■ **Task description**
Treat the line containing "describe('smoothingModels: registry', ()" as the last one, and return every line exactly from the first line of the material below up to it.

-- Opening Marker --

import { describe, expect, it } from 'vitest'
import { EngineInputError } from '../../../src/engine/errors.js'
import { approxEqual } from '../../../src/engine/numeric.js'
import { smoothingModels } from '../../../src/engine/smoothing/index.js'
import type { ModelFit, ModelSpec } from '../../../src/engine/types.js'
import { smoothingFixture } from './fixture.js'

const byName = (name: string): ModelSpec => smoothingModels.find((s) => s.name === name)!
const quarterly = { seasonLength: 4 }

/** Deterministic noise (a linear congruential generator), for shape checks only. */
function noise(n: number, seed = 7): number[] {
  let s = seed
  return Array.from({ length: n }, () => {
    s = (s * 1103515245 + 12345) % 2147483648
    return s / 2147483648 - 0.5
  })
}

function errorOf(f: () => unknown): EngineInputError {
  try {
    f()
  } catch (err) {
    if (err instanceof EngineInputError) return err
    throw err
  }
  throw new Error('expected an EngineInputError')
}

function expectFinite(fit: ModelFit, horizon: number): void {
  fit.fitted.forEach((v, i) => {
    if (!(fit.model === 'level-smoothing' && i === 0)) expect(Number.isFinite(v)).toBe(true)
  })
  for (const v of fit.forecast(horizon)) expect(Number.isFinite(v)).toBe(true)
  for (const v of fit.forecastVariance?.(horizon) ?? []) expect(Number.isFinite(v) && v >= 0).toBe(true)
}

describe('smoothingModels: registry', () => {
  it('lists the nine smoothing models with their flags', () => {
    expect(smoothingModels.map((s) => s.name)).toEqual([
      'level-smoothing', 'trend-smoothing', 'damped-trend-smoothing', 'trend-smoothing-additive-season', 'trend-smoothing-multiplicative-season',
      'damped-trend-smoothing-additive-season', 'damped-trend-smoothing-multiplicative-season',
      'level-smoothing-additive-season', 'level-smoothing-multiplicative-season',
    ])
    expect(smoothingModels.filter((s) => s.requiresPositive).map((s) => s.name)).toEqual([
      'trend-smoothing-multiplicative-season', 'damped-trend-smoothing-multiplicative-season', 'level-smoothing-multiplicative-season',
    ])
    expect(smoothingModels.filter((s) => s.seasonal).length).toBe(6)
    expect(byName('level-smoothing-additive-season').family).toBe('seasonal')
    expect(byName('level-smoothing-additive-season').minLength(4)).toBe(8)
    // Two full seasons for seasonal models (common practice).
    expect(byName('trend-smoothing-additive-season').minLength(12)).toBe(24)
    expect(byName('trend-smoothing').minLength(12)).toBe(3)
    expect(byName('level-smoothing').minLength(12)).toBe(2)
  })
})

describe('smoothingModels: special cases', () => {
  it('rejects an empty series', () => {
    for (const s of smoothingModels) expect(errorOf(() => s.fit([], quarterly)).code).toBe('empty-series')
  })
  it('rejects short input with one message form', () => {
    const e = errorOf(() => byName('trend-smoothing-additive-season').fit(Array(23).fill(5), { seasonLength: 12 }))
    expect(e.code).toBe('series-too-short')
    expect(e.message).toBe('trend-smoothing-additive-season needs 24 periods, has 23')
    expect(errorOf(() => byName('trend-smoothing').fit([1, 2], quarterly)).message).toBe('trend-smoothing needs 3 periods, has 2')
    expect(errorOf(() => byName('level-smoothing').fit([1], quarterly)).message).toBe('level-smoothing needs 2 periods, has 1')
  })
  it('rejects NaN and Infinity with the offending index', () => {
    for (const s of smoothingModels) {
      const y = Array.from({ length: 12 }, (_, i) => 10 + i)
      y[5] = NaN
      const e = errorOf(() => s.fit(y, quarterly))
      expect(e.code).toBe('non-finite-value')
      expect(e.field).toBe('demand[5]')
    }
  })
  it('multiplicative models reject zero and negative values', () => {
    for (const name of ['trend-smoothing-multiplicative-season', 'damped-trend-smoothing-multiplicative-season', 'level-smoothing-multiplicative-season']) {
      const y = Array.from({ length: 12 }, (_, i) => 10 + i)
      y[3] = 0
      expect(errorOf(() => byName(name).fit(y, quarterly)).code).toBe('not-positive')
      y[3] = -2
      expect(errorOf(() => byName(name).fit(y, quarterly)).field).toBe('demand[3]')
    }
  })
  it('seasonal models need a season length of at least 2', () => {
    expect(errorOf(() => byName('trend-smoothing-additive-season').fit(Array(30).fill(1), { seasonLength: 1 })).code).toBe('invalid-option')
  })
  // Hand-checkable: a flat series forecasts its level, with zero error variance.
  it('a constant series forecasts the constant', () => {
    for (const s of smoothingModels) {
      const fit = s.fit(Array(24).fill(37.5), quarterly)
      for (const v of fit.forecast(6)) expect(approxEqual(v, 37.5, 1e-12)).toBe(true)
      for (const v of fit.forecastVariance?.(6) ?? []) expect(v).toBeLessThan(1e-20)
      expectFinite(fit, 6)
    }
  })
  it('an all-zero series forecasts zero (additive models)', () => {
    for (const s of smoothingModels.filter((x) => !x.requiresPositive)) {
      const fit = s.fit(Array(16).fill(0), quarterly)
      expect(fit.forecast(3)).toEqual([0, 0, 0])
      expectFinite(fit, 3)
    }
  })
  it('tiny and huge values give finite results that scale with the data', () => {
    const base = noise(40).map((e, t) => 100 + t + 10 * Math.sin((2 * Math.PI * t) / 4) + 5 * e)
    for (const s of smoothingModels) {
      const ref = s.fit(base, quarterly).forecast(5)
      for (const c of [1e-300, 1e-12, 1e250]) {
        const fit = s.fit(base.map((v) => v * c), quarterly)
        expectFinite(fit, 5)
        fit.forecast(5).forEach((v, i) => expect(approxEqual(v / c, ref[i]!, 1e-8)).toBe(true))
      }
    }
  })
  it('noisy seasonal data: no NaN anywhere, variances non-decreasing', () => {
    const y = noise(60, 3).map((e, t) => 50 + 0.3 * t + 8 * Math.cos((2 * Math.PI * t) / 12) + 6 * e)
    for (const s of smoothingModels) {
      const fit = s.fit(y, { seasonLength: 12 })
      expectFinite(fit, 24)
      const v = fit.forecastVariance?.(24)
      if (v) for (let h = 1; h < v.length; h++) expect(v[h]).toBeGreaterThanOrEqual(v[h - 1]!)
      expect(fit.fitted.length).toBe(y.length)
    }
  })
  // Found by fuzzing: an outlier in the first season gave a steep negative start trend
  // that made every multiplicative fit non-finite; the fitter now retries from a flat trend.
  it('multiplicative models survive an outlier at the start', () => {
    const y = [1054, 96, 96, 99, 100, 99, 104, 96, 104, 96, 103, 101, 101, 870, 98, 99, 104, 105, 105, 100]
    for (const name of ['trend-smoothing-multiplicative-season', 'damped-trend-smoothing-multiplicative-season']) {
      expectFinite(byName(name).fit(y, { seasonLength: 2 }), 4)
    }
  })
  it('fitting is deterministic', () => {
    const y = noise(48, 11).map((e, t) => 20 + t + 4 * e)
    for (const s of smoothingModels) {
      const a = s.fit(y, quarterly)
      const b = s.fit(y, quarterly)
      expect(a.params).toEqual(b.params)
      expect(a.forecast(8)).toEqual(b.forecast(8))
    }
  })
  it('multiplicative models leave intervals to the caller (no analytical variance)', () => {
    const y = noise(24, 5).map((e) => 50 + 5 * e)
    expect(byName('trend-smoothing-multiplicative-season').fit(y, quarterly).forecastVariance).toBeUndefined()
    expect(byName('trend-smoothing-additive-season').fit(y, quarterly).forecastVariance).toBeDefined()
  })
})

describe('smoothingModels: hand-checkable cases', () => {
  // A straight line y = 5 + 3t: the least-squares start is exact, so Holt has zero
  // in-sample error and extends the line.
  it('Holt forecasts a straight line exactly', () => {
    const y = Array.from({ length: 30 }, (_, t) => 5 + 3 * t)
    const fit = byName('trend-smoothing').fit(y, quarterly)
    fit.forecast(4).forEach((v, i) => expect(approxEqual(v, 5 + 3 * (30 + i), 1e-9)).toBe(true))
    fit.fitted.forEach((v, t) => expect(approxEqual(v, y[t]!, 1e-9)).toBe(true))
  })
  // Line plus a fixed quarterly pattern summing to zero: the seasonal start recovers
  // both exactly, so additive Holt-Winters continues the pattern.
  it('additive Holt-Winters continues a line plus a fixed seasonal pattern', () => {
    const pattern = [6, -2, -5, 1]
    const y = Array.from({ length: 32 }, (_, t) => 100 + 0.5 * t + pattern[t % 4]!)
    const fit = byName('trend-smoothing-additive-season').fit(y, quarterly)
    fit.forecast(8).forEach((v, i) => {
      const t = 32 + i
      expect(approxEqual(v, 100 + 0.5 * t + pattern[t % 4]!, 1e-9)).toBe(true)
    })
  })
  // Level times a fixed pattern with mean 1: multiplicative Holt-Winters continues it.
  it('multiplicative Holt-Winters continues a flat level times a fixed pattern', () => {
    const pattern = [1.2, 0.9, 0.7, 1.2]
    const y = Array.from({ length: 24 }, (_, t) => 80 * pattern[t % 4]!)
    const fit = byName('trend-smoothing-multiplicative-season').fit(y, quarterly)
    fit.forecast(8).forEach((v, i) => expect(approxEqual(v, 80 * pattern[(24 + i) % 4]!, 1e-9)).toBe(true))
  })
  it('SES on a random walk chooses a large alpha and forecasts near the last value', () => {
    let level = 100
    const y = noise(80, 19).map((e) => (level += 10 * e))
    const fit = byName('level-smoothing').fit(y, quarterly)
    expect(fit.params.levelWeight as number).toBeGreaterThan(0.8)
    expect(Math.abs(fit.forecast(1)[0]! - y[79]!)).toBeLessThan(2)
  })
  // sigma^2 = SSE / (n - k) (HKOS 2008, ch. 6), k = alpha + initial level for SES; the first
  // point seeds the level, so n counts the remaining points.
  it('SES one-step variance is SSE / (n - 1 - 2)', () => {
    const y = noise(30, 23).map((e) => 10 + e)
    const fit = byName('level-smoothing').fit(y, quarterly)
    let sse = 0
    for (let t = 1; t < y.length; t++) sse += (y[t]! - fit.fitted[t]!) ** 2
    expect(approxEqual(fit.forecastVariance!(1)[0]!, sse / (29 - 2), 1e-12)).toBe(true)
  })
  it('starting from given parameters (refit) lands on the same optimum', () => {
    const y = noise(48, 29).map((e, t) => 30 + 0.2 * t + 3 * Math.sin((2 * Math.PI * t) / 4) + 2 * e)
    const spec = byName('trend-smoothing-additive-season')
    const first = spec.fit(y, quarterly)
    const again = spec.fit(y, { ...quarterly, initialParams: first.params })
    const sse = (f: ModelFit) => f.fitted.reduce((a, v, t) => a + (y[t]! - v) ** 2, 0)
    expect(sse(again)).toBeLessThanOrEqual(sse(first) * 1.001)
  })
})

// Sanity check, not a certified value: our SSE (bounded search, phi <= 0.98, initial
// states re-estimated for the parameters found) against statsmodels 0.13.5's own optimised
// fit (which estimates all initial states) on R `datasets` series. Measured ratios 0.946 to
// 1.042 (AirPassengers multiplicative 1.001, from 1.032 with heuristic multiplicative
// states); the 1.05 bound is the brief's "no worse than 1.05x".
describe('smoothingModels: in-sample SSE near statsmodels optimised fits', () => {
  for (const c of smoothingFixture.optimised) {
    it(`${c.data} ${c.model}`, () => {
      const fit = byName(c.model).fit(c.series, { seasonLength: c.seasonLength })
      let sse = 0
      fit.fitted.forEach((v, t) => {
        if (!Number.isNaN(v)) sse += (c.series[t]! - v) ** 2
      })
      expect(sse / c.sse).toBeLessThan(1.05)
    })
  }
})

-- Closing Marker --

■ **Result of the exercise**
import { describe, expect, it } from 'vitest'
import { EngineInputError } from '../../../src/engine/errors.js'
import { approxEqual } from '../../../src/engine/numeric.js'
import { smoothingModels } from '../../../src/engine/smoothing/index.js'
import type { ModelFit, ModelSpec } from '../../../src/engine/types.js'
import { smoothingFixture } from './fixture.js'

const byName = (name: string): ModelSpec => smoothingModels.find((s) => s.name === name)!
const quarterly = { seasonLength: 4 }

/** Deterministic noise (a linear congruential generator), for shape checks only. */
function noise(n: number, seed = 7): number[] {
  let s = seed
  return Array.from({ length: n }, () => {
    s = (s * 1103515245 + 12345) % 2147483648
    return s / 2147483648 - 0.5
  })
}

function errorOf(f: () => unknown): EngineInputError {
  try {
    f()
  } catch (err) {
    if (err instanceof EngineInputError) return err
    throw err
  }
  throw new Error('expected an EngineInputError')
}

function expectFinite(fit: ModelFit, horizon: number): void {
  fit.fitted.forEach((v, i) => {
    if (!(fit.model === 'level-smoothing' && i === 0)) expect(Number.isFinite(v)).toBe(true)
  })
  for (const v of fit.forecast(horizon)) expect(Number.isFinite(v)).toBe(true)
  for (const v of fit.forecastVariance?.(horizon) ?? []) expect(Number.isFinite(v) && v >= 0).toBe(true)
}

describe('smoothingModels: registry', () => {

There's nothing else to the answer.